BEGIN AVAILABLE RECORDS

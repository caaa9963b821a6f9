import { cx } from './cx';

export type Severity = 'emergency' | 'urgent' | 'routine';

export const SEVERITY_WORDS: Record<Severity, string> = {
  emergency: 'Emergency',
  urgent: 'Urgent',
  routine: 'Routine',
};

const SEVERITY_MEANING: Record<Severity, string> = {
  emergency: 'needs action now',
  urgent: 'needs a look today',
  routine: 'for your information',
};

function Shape({ severity }: { severity: Severity }) {
  // A solid triangle, an outlined triangle, an open circle: three shapes that read in greyscale.
  return (
    <svg width="16" height="16" viewBox="0 0 16 16" aria-hidden="true" focusable="false" data-shape={severity}>
      {severity === 'routine' ? (
        <circle cx="8" cy="8" r="5.5" fill="none" stroke="currentColor" strokeWidth="2" />
      ) : (
        <path
          d="M8 1.8 L14.6 13.8 H1.4 Z"
          fill={severity === 'emergency' ? 'currentColor' : 'none'}
          stroke="currentColor"
          strokeWidth="1.8"
          strokeLinejoin="round"
        />
      )}
    </svg>
  );
}

/** How pressing a flag or notice is, as a word plus a shape — never colour alone. */
export function SeverityMark({ severity, className }: { severity: Severity; className?: string }) {
  const word = SEVERITY_WORDS[severity];
  return (
    <span
      role="img"
      aria-label={`${word}: ${SEVERITY_MEANING[severity]}`}
      className={cx(
        'inline-flex items-center gap-1.5 font-semibold whitespace-nowrap',
        severity === 'routine' ? 'text-ink-2' : 'text-line-deep',
        className,
      )}
    >
      <Shape severity={severity} />
      <span>{word}</span>
    </span>
  );
}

END AVAILABLE RECORDS

Your task is to copy every record exactly.

repository caaa9963b821a6f9
import { cx } from './cx';

export type Severity = 'emergency' | 'urgent' | 'routine';

export const SEVERITY_WORDS: Record<Severity, string> = {
  emergency: 'Emergency',
  urgent: 'Urgent',
  routine: 'Routine',
};

const SEVERITY_MEANING: Record<Severity, string> = {
  emergency: 'needs action now',
  urgent: 'needs a look today',
  routine: 'for your information',
};

function Shape({ severity }: { severity: Severity }) {
  // A solid triangle, an outlined triangle, an open circle: three shapes that read in greyscale.
  return (
    <svg width="16" height="16" viewBox="0 0 16 16" aria-hidden="true" focusable="false" data-shape={severity}>
      {severity === 'routine' ? (
        <circle cx="8" cy="8" r="5.5" fill="none" stroke="currentColor" strokeWidth="2" />
      ) : (
        <path
          d="M8 1.8 L14.6 13.8 H1.4 Z"
          fill={severity === 'emergency' ? 'currentColor' : 'none'}
          stroke="currentColor"
          strokeWidth="1.8"
          strokeLinejoin="round"
        />
      )}
    </svg>
  );
}

/** How pressing a flag or notice is, as a word plus a shape — never colour alone. */
export function SeverityMark({ severity, className }: { severity: Severity; className?: string }) {
  const word = SEVERITY_WORDS[severity];
  return (
    <span
      role="img"
      aria-label={`${word}: ${SEVERITY_MEANING[severity]}`}
      className={cx(
        'inline-flex items-center gap-1.5 font-semibold whitespace-nowrap',
        severity === 'routine' ? 'text-ink-2' : 'text-line-deep',
        className,
      )}
    >
      <Shape severity={severity} />
      <span>{word}</span>
    </span>
  );
}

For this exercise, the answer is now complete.